Hard to tell you how to fix your problems without any information about the system and what the processes are doing. Could you tell us more about it? And show a database schema?
Right now I use JDBC with Isolation Level TRANSACTION_READ_UNCOMMITTED
READ UNCOMMITTED doesn't exist in PostgreSQL, it's treated like Read Committed:
In PostgreSQL, you can request any of the four standard transaction
isolation levels. But internally, there are only two distinct
isolation levels, which correspond to the levels Read Committed and
Serializable. When you select the level Read Uncommitted you really
get Read Committed, and when you select Repeatable Read you really get
Serializable, so the actual isolation level might be stricter than
what you select.
I'm not sure how much a slight delay is for getting readable data is, but you might want to look into Slony Replication. Essentially, you have a master database with a slave database.
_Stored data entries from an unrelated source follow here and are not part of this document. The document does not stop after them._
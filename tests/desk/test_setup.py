"""From nothing to a platform that can be loaded."""

from __future__ import annotations

import shutil
from collections.abc import Iterator
from fractions import Fraction
from pathlib import Path

import pytest

from app.desk.board import Board, board
from app.desk.demo import make_demo
from app.desk.entry import Desk
from app.desk.errors import NotAllowedNow
from app.desk.roster import meet_ids
from app.desk.setup import add_platform, start_meet
from app.loading.equipment import Order
from app.loading.stack import check_stack
from app.meet.model import Result
from app.meet.platform import Bar, Condition
from app.meet.presets import PRESETS
from app.store.engine import reading
from app.store.migrate import PROJECT
from app.store.picture import NotFound
from tests.cast import OLGA, Hall, open_desk
from tests.desk.checks import check_board, replayed, rows


@pytest.fixture
def demo(demo_file: Path, tmp_path: Path) -> Iterator[Desk]:
    """The demo meet, in a file of this test's own."""
    made = open_desk(Path(shutil.copy(demo_file, tmp_path / "demo.db")))
    yield made
    made.engine.dispose()


def test_a_meet_begins_with_its_name_and_unit_and_one_line_in_the_journal(desk: Desk) -> None:
    meet_id = start_meet(desk, "  Harbour \t Cup ", "lb", who=OLGA)
    meet = rows(desk.engine)[("meet", meet_id)]
    assert (meet["name"], meet["unit"]) == ("Harbour Cup", "lb")
    entries = Hall(desk).journal()
    assert [(one.meet_id, one.platform_id, one.who, one.what) for one in entries] == [
        (meet_id, None, OLGA, "meet Harbour Cup started")
    ]


@pytest.mark.parametrize(
    ("name", "unit", "told"),
    [
        (" ", "kg", "Give the meet a name."),
        ("x" * 81, "kg", "The name of the meet is longer than 80 letters."),
        ("Harbour Cup", "stone", "The unit is kg or lb."),
    ],
    ids=["no name", "a name too long", "another unit"],
)
def test_a_meet_that_cannot_be_is_refused_and_leaves_nothing(
    desk: Desk, name: str, unit: str, told: str
) -> None:
    with pytest.raises(NotAllowedNow) as refusal:
        start_meet(desk, name, unit, who=OLGA)
    assert str(refusal.value) == told
    assert (rows(desk.engine), Hall(desk).journal()) == ({}, [])


@pytest.mark.parametrize("preset", PRESETS, ids=lambda one: one.key)
def test_a_platform_has_all_that_its_set_promises(desk: Desk, preset) -> None:
    meet_id = start_meet(desk, "Harbour Cup", preset.unit, who=OLGA)
    now = Hall(desk, meet_id, add_platform(desk, meet_id, "Hall", preset.key, who=OLGA)).picture()
    assert [(str(item.plate.face), item.plate.count, item.colour) for item in now.stock] == [
        (str(Fraction(plate.face)), plate.count, plate.colour) for plate in preset.plates
    ]
    assert [(tool.name, tool.kind, tool.implement.mass) for tool in now.tools] == [
        (tool.name, tool.kind, Fraction(tool.mass)) for tool in preset.tools
    ]
    programme = now.sessions[0][2]
    assert [(lift.name, lift.step) for lift in programme.lifts] == [
        (lift.name, Fraction(lift.step)) for lift in preset.lifts
    ]
    assert now.bar == Bar(Condition.IDLE, (), None)
    assert (now.revision, programme.lifters, programme.flights) == (1, (), ())


@pytest.mark.parametrize(
    ("name", "preset", "told"),
    [
        ("", "bar-kg", "Give the platform a name."),
        ("hall", "bar-kg", "There is already a platform called “hall”. Choose another name."),
        ("Stage", "bar-lb", "This meet is in kg; “Bar lifts, lb iron plates” is in lb. Choose a set in kg."),
        (
            "Stage",
            "sledge",
            f"Choose one of: {', '.join(one.name for one in PRESETS)}.",
        ),
    ],
    ids=["no name", "a name that is taken", "a set in the other unit", "no such set"],
)
def test_a_platform_that_cannot_be_is_refused_and_leaves_nothing(hall: Hall, name, preset, told) -> None:
    before = rows(hall.desk.engine)
    with pytest.raises(NotAllowedNow) as refusal:
        add_platform(hall.desk, hall.meet_id, name, preset, who=OLGA)
    assert str(refusal.value) == told
    assert rows(hall.desk.engine) == before


def test_a_platform_of_a_meet_that_is_not_there_is_refused(hall: Hall) -> None:
    with pytest.raises(NotFound):
        add_platform(hall.desk, 99, "Stage", "bar-kg", who=OLGA)


def test_a_second_meet_in_the_same_folder_leaves_the_first_one_alone(hall: Hall) -> None:
    before = hall.picture()
    other = start_meet(hall.desk, "Quay Cup", "lb", who=OLGA)
    add_platform(hall.desk, other, "Hall", "bar-lb", who=OLGA)
    assert hall.picture() == before
    with reading(hall.desk.engine) as session:
        assert meet_ids(session) == [hall.meet_id, other]


def test_the_demo_has_two_platforms_with_a_round_in_progress_and_something_for_every_page(
    demo: Desk,
) -> None:
    for platform_id in (1, 2):
        one = Hall(demo, 1, platform_id).board()
        check_board(one)
        hand, results = one.now.bar.hand, {a.result for a in one.programme.attempts}
        assert hand is not None
        assert (one.here, one.now.bar.condition, one.ask) == (True, Condition.CHANGING, False)
        assert results >= {Result.OPEN, Result.GOOD, Result.MISSED}
        assert one.up is not None
        assert one.up.attempt.number == 2
        assert one.undo is not None
        check_stack(one.equipment, hand.stack, one.up.weight, Order.ANY)
        for flight in one.programme.flights:
            for lift in one.programme.lifts:
                there = board(demo, platform_id, flight.id, lift.id)
                assert isinstance(there, Board)
                check_board(there)


def test_the_demo_is_made_once(demo: Desk) -> None:
    before, entries = rows(demo.engine), Hall(demo).journal()
    assert make_demo(demo, PROJECT / "demo_meet") is False
    assert (rows(demo.engine), len(Hall(demo).journal())) == (before, len(entries))


def test_the_demo_is_not_made_over_a_meet_that_is_there(hall: Hall) -> None:
    before = rows(hall.desk.engine)
    assert make_demo(hall.desk, PROJECT / "demo_meet") is False
    assert rows(hall.desk.engine) == before


def test_the_demos_journal_tells_all_of_it(demo: Desk) -> None:
    assert replayed(Hall(demo).journal()) == rows(demo.engine)
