def test_the_journal_of_a_meet_taken_in_still_tells_the_whole_meet(hall: Hall, elsewhere: Desk) -> None:
    busy(hall)
    made = meet_file.import_meet(elsewhere, meet_file.export_meet(hall.desk, hall.meet_id))
    there = Hall(elsewhere, made, next(p.platform_id for p in platforms(elsewhere, made)))
    entries = [one for one in there.journal() if one.meet_id == made]
    belongs = {("meet", made)} | {(edit["table"], edit["id"]) for one in entries for edit in one.edits}
    assert replayed(entries) == {at: row for at, row in rows(elsewhere.engine).items() if at in belongs}


def test_a_meet_taken_in_goes_on_where_it_was(hall: Hall, elsewhere: Desk) -> None:
    busy(hall)
    made = meet_file.import_meet(elsewhere, meet_file.export_meet(hall.desk, hall.meet_id))
    there = Hall(elsewhere, made, platforms(elsewhere, made)[0].platform_id)
    here = hall.board()
    assert there.order() == hall.order()
    assert [step.stack for step in there.board().steps] == [step.stack for step in here.steps]
    undo(there.desk, there.platform_id, None, who=WANDA)
    bar_carries(there.desk, there.platform_id, "empty", who=WANDA)
    undo(hall.desk, hall.platform_id, None, who=WANDA)
    assert there.order() == hall.order()


def test_a_meet_taken_in_leaves_the_others_alone(hall: Hall) -> None:
    before = rows(hall.desk.engine)
    text = meet_file.export_meet(hall.desk, hall.meet_id)
    meet_file.import_meet(hall.desk, text)
    after = rows(hall.desk.engine)
    assert {at: after[at] for at in before} == before
    assert meet_file.export_meet(hall.desk, hall.meet_id) == text


def test_a_meet_without_anybody_goes_out_and_in(elsewhere: Desk) -> None:
    text = meet_file.export_meet(elsewhere, 1)
    assert meet_file.export_meet(elsewhere, meet_file.import_meet(elsewhere, text)) == text


def platforms(desk: Desk, meet_id: int) -> list[Picture]:
    with reading(desk.engine) as session:
        return pictures(session, meet_id)


# Damaged files


@pytest.fixture(scope="module")
def document(ready_file: Path, tmp_path_factory: pytest.TempPathFactory) -> Document:
    """The file of a busy meet, read; copy it before it is damaged."""
    hall = Hall(open_desk(Path(shutil.copy(ready_file, tmp_path_factory.mktemp("file") / "meet.db"))))
    busy(hall)
    text = meet_file.export_meet(hall.desk, hall.meet_id)
    hall.desk.engine.dispose()
    found: Document = json.loads(text)
    return found


@pytest.fixture(scope="module")
def folder(empty_file: Path, tmp_path_factory: pytest.TempPathFactory) -> Iterator[Desk]:
    """A folder that damaged files are tried on; nothing may be left in it."""
    made = open_desk(Path(shutil.copy(empty_file, tmp_path_factory.mktemp("damaged") / "meet.db")))
    yield made
    made.engine.dispose()


def is_refused(desk: Desk, text: str) -> str:
    """The sentence with which a file is refused; nothing of it is left behind."""
    before = rows(desk.engine)
    with pytest.raises(NotAllowedNow) as told:
        meet_file.import_meet(desk, text)
    assert rows(desk.engine) == before
    words = str(told.value)
    assert words.endswith("Nothing was taken in.")
    assert "\n" not in words
    assert len(words) < 300
    return words


@pytest.mark.parametrize(
    ("text", "told"),
    [
        ("", "This is not a meet file: it is not JSON."),
        ("name,lot\n", "This is not a meet file: it is not JSON."),
        ("[" * 200_000, "This is not a meet file: it is not JSON."),
        ("[]", "This is not a meet file of this version of Platewright."),
        ('{"platewright meet": 99}', "This is not a meet file of this version of Platewright."),
        ('{"platewright meet": 1}', "The meet file is not complete."),
        ('{"platewright meet": 1, "tables": []}', "The meet file is not complete."),
        ('{"platewright meet": 1, "tables": {"meet": []}}', "The meet file is not complete."),
    ],
    ids=[
        "empty",
        "a roster",
        "deep",
        "a list",
        "another version",
        "no tables",
        "a list of tables",
        "one table",
    ],
)
def test_what_is_no_meet_file_is_said_so(folder: Desk, text: str, told: str) -> None:
    assert is_refused(folder, text) == f"{told} Nothing was taken in."


@pytest.mark.parametrize("table", ["meet", "platform", "lift", "attempt", "journal"])
def test_a_table_that_is_missing_is_no_whole_file(folder: Desk, document: Document, table: str) -> None:
    hurt = copy.deepcopy(document)
    del hurt["tables"][table]
    assert is_refused(folder, json.dumps(hurt)) == "The meet file is not complete. Nothing was taken in."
All of your inserts/writes would be put into your master database, then Slony would replicate those new entries into the slave database (this takes a little bit of time, but nothing monumental. A few minutes, perhaps.). Then you can have your applications read exclusively from the slave database.
If Slony doesn't seem right for you, you can look at some "multi-master" alternatives here. These will let you have multiple machines be writeable, and have all their contents be replicated onto the read-machine.